Directions for this task ->
Your answer must consist of exactly the lines below, starting with the line with "for disl in" and going on through the line with "x = np.array([0.0, 1.5, 3.0, -1.0, 4.0, 0.0, 3.0])", and nothing else.
**** Entries supplied ****
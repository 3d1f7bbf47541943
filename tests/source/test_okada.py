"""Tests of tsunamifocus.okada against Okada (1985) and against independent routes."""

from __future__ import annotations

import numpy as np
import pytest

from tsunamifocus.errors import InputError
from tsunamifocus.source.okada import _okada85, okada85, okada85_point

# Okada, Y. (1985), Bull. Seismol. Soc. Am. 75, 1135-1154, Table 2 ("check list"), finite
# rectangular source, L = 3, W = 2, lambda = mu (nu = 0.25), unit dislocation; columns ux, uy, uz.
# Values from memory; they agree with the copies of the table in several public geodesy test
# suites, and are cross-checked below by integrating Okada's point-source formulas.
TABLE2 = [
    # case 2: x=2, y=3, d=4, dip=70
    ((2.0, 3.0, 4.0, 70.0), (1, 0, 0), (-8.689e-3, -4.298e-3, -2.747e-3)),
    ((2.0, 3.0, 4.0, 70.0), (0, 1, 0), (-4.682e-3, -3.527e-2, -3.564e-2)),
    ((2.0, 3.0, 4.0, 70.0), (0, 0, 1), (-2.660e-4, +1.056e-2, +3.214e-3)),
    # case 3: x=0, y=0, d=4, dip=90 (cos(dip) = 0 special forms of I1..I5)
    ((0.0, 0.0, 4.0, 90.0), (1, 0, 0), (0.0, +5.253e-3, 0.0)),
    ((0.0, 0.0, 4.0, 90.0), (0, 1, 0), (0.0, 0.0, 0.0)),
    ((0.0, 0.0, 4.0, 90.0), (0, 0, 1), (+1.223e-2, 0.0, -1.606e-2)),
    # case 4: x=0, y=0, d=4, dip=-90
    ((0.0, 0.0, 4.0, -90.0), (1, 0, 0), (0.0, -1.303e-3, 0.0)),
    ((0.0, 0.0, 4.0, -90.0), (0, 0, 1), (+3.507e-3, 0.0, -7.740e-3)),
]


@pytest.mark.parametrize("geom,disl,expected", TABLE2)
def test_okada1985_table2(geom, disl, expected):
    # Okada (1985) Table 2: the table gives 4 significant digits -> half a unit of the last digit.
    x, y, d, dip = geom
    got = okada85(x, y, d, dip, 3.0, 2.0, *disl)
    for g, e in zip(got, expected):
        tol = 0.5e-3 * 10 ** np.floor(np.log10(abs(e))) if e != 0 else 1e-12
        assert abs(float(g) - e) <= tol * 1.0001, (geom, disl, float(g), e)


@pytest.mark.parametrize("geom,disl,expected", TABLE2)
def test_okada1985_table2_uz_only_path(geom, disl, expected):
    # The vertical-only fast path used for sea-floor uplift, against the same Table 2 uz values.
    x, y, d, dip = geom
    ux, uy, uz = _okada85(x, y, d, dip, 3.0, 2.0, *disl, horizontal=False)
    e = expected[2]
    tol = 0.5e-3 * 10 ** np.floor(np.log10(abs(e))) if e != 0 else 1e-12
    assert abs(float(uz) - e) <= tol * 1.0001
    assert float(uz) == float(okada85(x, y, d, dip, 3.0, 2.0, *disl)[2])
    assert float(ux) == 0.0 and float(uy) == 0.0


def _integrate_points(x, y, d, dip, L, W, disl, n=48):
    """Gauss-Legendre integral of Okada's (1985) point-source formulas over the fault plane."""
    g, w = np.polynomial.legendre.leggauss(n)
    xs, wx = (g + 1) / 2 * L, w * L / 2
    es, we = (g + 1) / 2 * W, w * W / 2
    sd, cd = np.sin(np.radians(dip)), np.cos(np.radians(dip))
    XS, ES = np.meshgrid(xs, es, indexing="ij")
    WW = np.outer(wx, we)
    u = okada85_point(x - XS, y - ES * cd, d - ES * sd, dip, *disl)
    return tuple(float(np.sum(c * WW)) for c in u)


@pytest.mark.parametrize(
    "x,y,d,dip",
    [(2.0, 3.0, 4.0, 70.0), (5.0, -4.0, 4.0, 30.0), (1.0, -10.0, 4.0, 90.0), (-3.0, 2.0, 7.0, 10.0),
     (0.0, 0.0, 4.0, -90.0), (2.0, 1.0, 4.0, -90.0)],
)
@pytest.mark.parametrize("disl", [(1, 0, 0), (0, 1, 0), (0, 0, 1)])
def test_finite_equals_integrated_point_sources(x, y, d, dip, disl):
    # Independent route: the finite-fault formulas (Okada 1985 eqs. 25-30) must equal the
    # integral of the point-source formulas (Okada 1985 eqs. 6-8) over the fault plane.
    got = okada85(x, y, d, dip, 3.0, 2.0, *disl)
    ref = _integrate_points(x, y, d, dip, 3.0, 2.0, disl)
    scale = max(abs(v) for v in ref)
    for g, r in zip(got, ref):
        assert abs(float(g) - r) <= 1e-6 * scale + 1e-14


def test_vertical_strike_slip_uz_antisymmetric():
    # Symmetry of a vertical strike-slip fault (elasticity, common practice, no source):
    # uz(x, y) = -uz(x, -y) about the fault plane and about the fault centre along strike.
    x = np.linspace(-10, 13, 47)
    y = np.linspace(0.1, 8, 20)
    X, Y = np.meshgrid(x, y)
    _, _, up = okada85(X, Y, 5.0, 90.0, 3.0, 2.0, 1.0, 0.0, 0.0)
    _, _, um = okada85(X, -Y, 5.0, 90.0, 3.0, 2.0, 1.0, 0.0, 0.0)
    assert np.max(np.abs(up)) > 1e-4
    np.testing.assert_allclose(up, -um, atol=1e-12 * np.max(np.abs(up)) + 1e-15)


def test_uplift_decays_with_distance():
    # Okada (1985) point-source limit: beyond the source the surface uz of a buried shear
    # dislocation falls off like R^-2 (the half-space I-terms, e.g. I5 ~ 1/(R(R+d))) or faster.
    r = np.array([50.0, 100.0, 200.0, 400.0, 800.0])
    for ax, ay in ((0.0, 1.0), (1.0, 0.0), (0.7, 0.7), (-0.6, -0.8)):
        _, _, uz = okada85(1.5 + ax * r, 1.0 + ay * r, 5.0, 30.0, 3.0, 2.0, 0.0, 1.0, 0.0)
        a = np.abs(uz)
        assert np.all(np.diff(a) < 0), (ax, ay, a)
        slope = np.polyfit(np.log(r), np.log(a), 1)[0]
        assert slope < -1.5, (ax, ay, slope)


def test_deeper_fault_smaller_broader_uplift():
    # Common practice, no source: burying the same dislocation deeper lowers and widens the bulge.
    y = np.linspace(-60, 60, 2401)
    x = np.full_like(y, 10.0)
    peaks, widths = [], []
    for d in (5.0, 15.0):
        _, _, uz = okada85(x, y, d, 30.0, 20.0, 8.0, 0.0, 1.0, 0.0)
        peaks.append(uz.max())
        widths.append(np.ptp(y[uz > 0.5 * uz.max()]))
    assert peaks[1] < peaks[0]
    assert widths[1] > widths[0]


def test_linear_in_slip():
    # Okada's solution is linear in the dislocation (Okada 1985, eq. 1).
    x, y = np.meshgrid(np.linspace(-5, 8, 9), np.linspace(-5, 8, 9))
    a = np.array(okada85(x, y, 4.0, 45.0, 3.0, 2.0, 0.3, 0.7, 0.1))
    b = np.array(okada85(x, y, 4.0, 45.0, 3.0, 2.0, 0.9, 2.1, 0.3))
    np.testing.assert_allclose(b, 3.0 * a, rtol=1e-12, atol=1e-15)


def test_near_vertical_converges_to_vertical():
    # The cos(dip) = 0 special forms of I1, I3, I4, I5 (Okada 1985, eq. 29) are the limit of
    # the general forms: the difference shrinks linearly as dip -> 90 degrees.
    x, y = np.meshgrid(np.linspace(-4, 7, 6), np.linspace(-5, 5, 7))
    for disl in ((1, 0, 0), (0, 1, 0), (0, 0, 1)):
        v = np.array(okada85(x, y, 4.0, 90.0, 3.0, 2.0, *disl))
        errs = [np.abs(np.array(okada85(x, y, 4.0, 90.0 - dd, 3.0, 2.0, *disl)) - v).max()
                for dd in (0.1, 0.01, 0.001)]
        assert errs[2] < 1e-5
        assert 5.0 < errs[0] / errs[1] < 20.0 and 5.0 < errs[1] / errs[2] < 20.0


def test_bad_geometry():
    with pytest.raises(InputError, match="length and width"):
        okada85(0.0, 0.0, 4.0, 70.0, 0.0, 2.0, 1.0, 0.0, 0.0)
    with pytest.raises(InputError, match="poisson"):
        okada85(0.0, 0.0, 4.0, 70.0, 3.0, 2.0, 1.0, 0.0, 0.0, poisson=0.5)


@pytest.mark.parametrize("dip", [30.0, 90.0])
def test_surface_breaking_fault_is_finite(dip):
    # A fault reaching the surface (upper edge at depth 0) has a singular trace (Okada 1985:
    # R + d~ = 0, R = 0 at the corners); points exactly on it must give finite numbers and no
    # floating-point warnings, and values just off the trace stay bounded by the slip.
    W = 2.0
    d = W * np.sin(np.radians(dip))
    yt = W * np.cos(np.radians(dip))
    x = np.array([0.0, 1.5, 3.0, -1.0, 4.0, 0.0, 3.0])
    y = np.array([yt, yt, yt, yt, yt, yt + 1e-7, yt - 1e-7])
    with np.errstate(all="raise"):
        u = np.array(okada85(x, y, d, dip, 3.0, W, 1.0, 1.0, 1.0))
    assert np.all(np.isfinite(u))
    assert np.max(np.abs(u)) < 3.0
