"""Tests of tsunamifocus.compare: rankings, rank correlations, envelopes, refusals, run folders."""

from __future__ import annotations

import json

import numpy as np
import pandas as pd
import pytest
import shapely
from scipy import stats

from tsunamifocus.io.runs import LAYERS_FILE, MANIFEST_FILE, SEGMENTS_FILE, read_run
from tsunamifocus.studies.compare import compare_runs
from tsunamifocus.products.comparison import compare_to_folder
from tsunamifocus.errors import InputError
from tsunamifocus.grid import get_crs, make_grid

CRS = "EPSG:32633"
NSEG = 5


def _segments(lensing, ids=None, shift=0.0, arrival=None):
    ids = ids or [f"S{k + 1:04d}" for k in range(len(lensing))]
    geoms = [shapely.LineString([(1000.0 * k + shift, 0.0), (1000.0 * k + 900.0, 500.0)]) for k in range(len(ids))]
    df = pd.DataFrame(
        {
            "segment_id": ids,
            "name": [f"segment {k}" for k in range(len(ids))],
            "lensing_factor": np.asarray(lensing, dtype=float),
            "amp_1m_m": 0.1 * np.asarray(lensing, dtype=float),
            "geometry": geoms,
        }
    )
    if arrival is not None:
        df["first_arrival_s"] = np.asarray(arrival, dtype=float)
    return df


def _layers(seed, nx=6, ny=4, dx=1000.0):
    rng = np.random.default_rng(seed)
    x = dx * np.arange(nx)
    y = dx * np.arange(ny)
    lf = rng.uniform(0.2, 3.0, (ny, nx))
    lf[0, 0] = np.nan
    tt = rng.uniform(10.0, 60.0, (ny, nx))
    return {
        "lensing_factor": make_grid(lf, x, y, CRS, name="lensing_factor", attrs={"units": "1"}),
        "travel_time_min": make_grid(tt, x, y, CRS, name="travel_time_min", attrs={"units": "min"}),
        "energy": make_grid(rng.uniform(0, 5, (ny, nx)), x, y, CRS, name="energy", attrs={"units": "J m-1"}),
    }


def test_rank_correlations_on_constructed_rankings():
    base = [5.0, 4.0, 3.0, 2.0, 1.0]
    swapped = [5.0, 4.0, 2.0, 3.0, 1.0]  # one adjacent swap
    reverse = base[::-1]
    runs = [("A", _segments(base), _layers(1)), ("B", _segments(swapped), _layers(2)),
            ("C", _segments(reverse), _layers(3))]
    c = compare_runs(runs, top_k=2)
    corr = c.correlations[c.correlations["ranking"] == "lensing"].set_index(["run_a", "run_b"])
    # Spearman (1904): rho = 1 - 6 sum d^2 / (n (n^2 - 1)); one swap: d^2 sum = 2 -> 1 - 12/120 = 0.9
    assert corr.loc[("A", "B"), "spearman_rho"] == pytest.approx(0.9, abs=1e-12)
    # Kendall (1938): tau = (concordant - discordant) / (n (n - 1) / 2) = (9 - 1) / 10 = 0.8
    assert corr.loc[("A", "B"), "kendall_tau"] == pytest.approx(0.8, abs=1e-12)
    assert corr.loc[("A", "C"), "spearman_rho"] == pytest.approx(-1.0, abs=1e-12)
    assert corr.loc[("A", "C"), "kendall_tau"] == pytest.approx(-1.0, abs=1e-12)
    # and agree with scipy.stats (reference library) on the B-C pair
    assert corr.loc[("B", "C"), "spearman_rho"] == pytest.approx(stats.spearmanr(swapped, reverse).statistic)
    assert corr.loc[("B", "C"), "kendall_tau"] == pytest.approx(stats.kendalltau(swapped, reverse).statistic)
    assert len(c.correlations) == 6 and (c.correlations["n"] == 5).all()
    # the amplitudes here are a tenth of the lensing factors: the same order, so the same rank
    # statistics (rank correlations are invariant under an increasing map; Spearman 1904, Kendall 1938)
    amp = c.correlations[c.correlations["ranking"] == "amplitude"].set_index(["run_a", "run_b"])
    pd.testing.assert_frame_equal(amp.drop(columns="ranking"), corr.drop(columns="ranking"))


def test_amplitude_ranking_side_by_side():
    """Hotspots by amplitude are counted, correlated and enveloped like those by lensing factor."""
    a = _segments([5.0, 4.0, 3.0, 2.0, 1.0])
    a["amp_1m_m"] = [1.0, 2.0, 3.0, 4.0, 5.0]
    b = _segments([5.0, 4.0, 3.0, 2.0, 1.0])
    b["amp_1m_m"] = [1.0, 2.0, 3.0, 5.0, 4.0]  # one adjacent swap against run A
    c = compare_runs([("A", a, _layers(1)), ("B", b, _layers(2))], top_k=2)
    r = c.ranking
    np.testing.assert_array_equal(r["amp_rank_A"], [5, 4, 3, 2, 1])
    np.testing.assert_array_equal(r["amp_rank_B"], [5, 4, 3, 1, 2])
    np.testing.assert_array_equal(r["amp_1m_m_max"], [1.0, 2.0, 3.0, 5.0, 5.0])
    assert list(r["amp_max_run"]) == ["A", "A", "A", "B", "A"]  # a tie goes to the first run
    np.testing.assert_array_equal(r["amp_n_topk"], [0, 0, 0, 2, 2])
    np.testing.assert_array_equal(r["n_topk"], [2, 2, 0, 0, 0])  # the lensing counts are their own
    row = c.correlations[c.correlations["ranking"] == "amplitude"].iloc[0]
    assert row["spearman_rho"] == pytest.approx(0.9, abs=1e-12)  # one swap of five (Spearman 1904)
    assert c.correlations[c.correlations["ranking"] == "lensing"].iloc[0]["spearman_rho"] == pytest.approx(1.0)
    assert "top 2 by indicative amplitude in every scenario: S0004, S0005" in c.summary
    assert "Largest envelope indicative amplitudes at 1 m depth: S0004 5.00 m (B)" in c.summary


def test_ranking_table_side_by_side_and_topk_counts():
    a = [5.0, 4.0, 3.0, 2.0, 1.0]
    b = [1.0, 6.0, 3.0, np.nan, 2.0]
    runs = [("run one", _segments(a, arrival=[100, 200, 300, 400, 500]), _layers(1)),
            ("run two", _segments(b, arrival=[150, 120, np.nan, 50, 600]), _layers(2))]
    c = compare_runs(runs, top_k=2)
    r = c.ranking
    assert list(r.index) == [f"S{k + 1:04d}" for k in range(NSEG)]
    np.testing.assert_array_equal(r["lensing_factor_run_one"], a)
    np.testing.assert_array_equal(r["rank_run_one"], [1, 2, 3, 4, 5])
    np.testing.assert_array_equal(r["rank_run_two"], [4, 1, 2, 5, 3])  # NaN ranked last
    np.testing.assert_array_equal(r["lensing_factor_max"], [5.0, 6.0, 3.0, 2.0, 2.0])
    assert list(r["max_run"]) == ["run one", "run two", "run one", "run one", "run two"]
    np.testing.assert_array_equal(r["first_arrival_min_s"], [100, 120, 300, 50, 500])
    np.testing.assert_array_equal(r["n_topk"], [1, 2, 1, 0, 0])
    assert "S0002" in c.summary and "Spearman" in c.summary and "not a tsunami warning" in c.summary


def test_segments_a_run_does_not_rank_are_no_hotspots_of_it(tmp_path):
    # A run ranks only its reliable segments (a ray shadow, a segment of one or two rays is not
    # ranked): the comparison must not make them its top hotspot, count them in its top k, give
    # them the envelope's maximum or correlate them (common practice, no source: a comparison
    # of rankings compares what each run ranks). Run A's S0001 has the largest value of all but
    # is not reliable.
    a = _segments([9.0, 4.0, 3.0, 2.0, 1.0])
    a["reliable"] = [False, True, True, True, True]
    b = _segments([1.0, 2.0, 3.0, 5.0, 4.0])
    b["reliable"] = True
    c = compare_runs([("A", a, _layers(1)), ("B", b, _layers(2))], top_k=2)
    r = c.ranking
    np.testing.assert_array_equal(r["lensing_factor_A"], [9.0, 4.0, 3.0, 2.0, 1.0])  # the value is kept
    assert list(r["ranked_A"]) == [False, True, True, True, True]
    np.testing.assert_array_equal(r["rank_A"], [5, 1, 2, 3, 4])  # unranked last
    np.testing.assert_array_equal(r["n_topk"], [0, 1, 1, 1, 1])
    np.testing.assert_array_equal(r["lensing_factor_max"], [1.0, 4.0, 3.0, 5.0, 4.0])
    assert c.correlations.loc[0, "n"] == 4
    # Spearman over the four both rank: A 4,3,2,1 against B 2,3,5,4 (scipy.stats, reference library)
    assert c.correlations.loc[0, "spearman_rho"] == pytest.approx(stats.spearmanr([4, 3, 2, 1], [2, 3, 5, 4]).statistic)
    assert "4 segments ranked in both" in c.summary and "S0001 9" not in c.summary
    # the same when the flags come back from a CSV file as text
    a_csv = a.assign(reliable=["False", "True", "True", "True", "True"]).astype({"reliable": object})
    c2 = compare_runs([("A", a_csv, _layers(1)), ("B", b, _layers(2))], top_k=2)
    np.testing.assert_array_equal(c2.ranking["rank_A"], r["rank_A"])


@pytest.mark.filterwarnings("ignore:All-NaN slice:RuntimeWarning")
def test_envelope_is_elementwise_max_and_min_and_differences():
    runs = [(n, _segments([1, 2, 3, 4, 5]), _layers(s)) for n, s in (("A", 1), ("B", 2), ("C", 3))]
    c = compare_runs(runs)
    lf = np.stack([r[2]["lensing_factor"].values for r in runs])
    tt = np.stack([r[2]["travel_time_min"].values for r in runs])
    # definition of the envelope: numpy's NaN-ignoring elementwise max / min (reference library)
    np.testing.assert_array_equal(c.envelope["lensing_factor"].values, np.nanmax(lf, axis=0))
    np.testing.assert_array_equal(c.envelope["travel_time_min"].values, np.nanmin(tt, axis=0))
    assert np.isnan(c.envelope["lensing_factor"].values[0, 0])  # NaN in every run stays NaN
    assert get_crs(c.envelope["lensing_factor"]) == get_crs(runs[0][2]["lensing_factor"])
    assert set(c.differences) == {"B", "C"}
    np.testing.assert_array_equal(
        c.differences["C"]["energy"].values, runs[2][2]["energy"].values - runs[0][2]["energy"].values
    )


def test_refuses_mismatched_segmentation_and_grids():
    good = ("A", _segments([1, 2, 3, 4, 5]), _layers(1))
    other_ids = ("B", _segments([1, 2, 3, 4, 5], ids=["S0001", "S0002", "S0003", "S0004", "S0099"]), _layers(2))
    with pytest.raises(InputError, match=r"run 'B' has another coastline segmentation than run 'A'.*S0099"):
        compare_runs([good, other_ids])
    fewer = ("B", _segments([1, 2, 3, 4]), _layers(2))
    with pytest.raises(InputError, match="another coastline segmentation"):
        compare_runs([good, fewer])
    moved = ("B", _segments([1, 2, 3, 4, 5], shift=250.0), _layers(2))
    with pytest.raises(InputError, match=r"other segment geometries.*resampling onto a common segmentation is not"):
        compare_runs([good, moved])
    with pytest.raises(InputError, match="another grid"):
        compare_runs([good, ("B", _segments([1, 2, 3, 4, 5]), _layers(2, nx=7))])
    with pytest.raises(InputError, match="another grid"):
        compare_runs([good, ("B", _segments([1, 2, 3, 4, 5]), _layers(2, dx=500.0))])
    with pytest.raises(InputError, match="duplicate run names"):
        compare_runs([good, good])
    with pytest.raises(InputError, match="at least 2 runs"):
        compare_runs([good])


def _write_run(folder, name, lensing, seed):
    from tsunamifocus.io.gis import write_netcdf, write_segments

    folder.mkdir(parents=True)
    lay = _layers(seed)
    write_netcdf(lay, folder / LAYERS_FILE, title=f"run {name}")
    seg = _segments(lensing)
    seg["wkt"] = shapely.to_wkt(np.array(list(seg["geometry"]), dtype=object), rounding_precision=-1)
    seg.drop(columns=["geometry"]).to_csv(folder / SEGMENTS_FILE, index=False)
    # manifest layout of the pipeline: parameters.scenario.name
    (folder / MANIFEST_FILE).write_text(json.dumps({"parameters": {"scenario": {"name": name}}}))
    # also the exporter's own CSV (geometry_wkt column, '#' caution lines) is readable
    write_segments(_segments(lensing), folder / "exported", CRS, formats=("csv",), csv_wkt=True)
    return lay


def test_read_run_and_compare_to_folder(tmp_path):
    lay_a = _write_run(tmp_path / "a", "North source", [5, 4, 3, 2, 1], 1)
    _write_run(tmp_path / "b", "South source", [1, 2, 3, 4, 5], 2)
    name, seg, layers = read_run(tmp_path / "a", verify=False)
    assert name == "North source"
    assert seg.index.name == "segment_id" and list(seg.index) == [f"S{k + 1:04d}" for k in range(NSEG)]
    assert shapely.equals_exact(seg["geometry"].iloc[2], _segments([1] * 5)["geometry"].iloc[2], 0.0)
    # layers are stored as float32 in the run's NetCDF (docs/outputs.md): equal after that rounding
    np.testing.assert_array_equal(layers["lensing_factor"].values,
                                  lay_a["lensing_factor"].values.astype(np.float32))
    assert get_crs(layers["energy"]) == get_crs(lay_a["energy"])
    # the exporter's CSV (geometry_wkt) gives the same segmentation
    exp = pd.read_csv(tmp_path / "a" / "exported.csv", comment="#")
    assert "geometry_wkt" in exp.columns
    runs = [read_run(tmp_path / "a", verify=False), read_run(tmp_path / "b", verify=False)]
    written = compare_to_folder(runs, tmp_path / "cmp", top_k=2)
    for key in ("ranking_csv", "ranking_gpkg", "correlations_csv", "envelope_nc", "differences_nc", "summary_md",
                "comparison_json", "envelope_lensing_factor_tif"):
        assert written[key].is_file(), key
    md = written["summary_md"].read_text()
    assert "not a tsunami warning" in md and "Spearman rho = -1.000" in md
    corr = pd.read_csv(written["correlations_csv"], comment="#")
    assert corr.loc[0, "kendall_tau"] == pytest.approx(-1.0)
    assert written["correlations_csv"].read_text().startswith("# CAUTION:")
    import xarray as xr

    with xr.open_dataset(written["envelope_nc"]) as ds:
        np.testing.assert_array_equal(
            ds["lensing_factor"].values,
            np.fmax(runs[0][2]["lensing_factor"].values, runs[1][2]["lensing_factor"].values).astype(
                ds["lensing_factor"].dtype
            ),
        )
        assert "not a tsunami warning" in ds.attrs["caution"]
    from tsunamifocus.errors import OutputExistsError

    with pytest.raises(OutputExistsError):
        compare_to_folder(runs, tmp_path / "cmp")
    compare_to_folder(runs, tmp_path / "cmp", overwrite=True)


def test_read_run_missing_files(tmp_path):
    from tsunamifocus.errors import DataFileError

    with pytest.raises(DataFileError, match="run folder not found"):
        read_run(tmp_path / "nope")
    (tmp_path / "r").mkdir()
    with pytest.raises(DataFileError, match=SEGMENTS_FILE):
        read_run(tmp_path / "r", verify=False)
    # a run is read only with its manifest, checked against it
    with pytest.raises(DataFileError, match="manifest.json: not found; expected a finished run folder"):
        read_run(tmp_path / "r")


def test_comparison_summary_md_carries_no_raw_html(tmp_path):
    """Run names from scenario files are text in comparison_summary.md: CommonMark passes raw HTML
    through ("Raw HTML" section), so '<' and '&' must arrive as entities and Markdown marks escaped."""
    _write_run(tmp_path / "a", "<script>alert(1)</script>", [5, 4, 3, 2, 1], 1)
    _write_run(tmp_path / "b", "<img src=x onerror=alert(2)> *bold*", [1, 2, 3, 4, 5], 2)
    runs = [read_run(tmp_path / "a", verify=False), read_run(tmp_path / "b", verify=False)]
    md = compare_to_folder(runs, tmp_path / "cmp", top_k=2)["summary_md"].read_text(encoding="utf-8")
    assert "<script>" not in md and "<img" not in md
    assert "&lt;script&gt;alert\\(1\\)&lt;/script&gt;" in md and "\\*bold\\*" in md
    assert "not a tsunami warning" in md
****
Task solution ->
    for disl in ((1, 0, 0), (0, 1, 0), (0, 0, 1)):
        v = np.array(okada85(x, y, 4.0, 90.0, 3.0, 2.0, *disl))
        errs = [np.abs(np.array(okada85(x, y, 4.0, 90.0 - dd, 3.0, 2.0, *disl)) - v).max()
                for dd in (0.1, 0.01, 0.001)]
        assert errs[2] < 1e-5
        assert 5.0 < errs[0] / errs[1] < 20.0 and 5.0 < errs[1] / errs[2] < 20.0


def test_bad_geometry():
    with pytest.raises(InputError, match="length and width"):
        okada85(0.0, 0.0, 4.0, 70.0, 0.0, 2.0, 1.0, 0.0, 0.0)
    with pytest.raises(InputError, match="poisson"):
        okada85(0.0, 0.0, 4.0, 70.0, 3.0, 2.0, 1.0, 0.0, 0.0, poisson=0.5)


@pytest.mark.parametrize("dip", [30.0, 90.0])
def test_surface_breaking_fault_is_finite(dip):
    # A fault reaching the surface (upper edge at depth 0) has a singular trace (Okada 1985:
    # R + d~ = 0, R = 0 at the corners); points exactly on it must give finite numbers and no
    # floating-point warnings, and values just off the trace stay bounded by the slip.
    W = 2.0
    d = W * np.sin(np.radians(dip))
    yt = W * np.cos(np.radians(dip))
    x = np.array([0.0, 1.5, 3.0, -1.0, 4.0, 0.0, 3.0])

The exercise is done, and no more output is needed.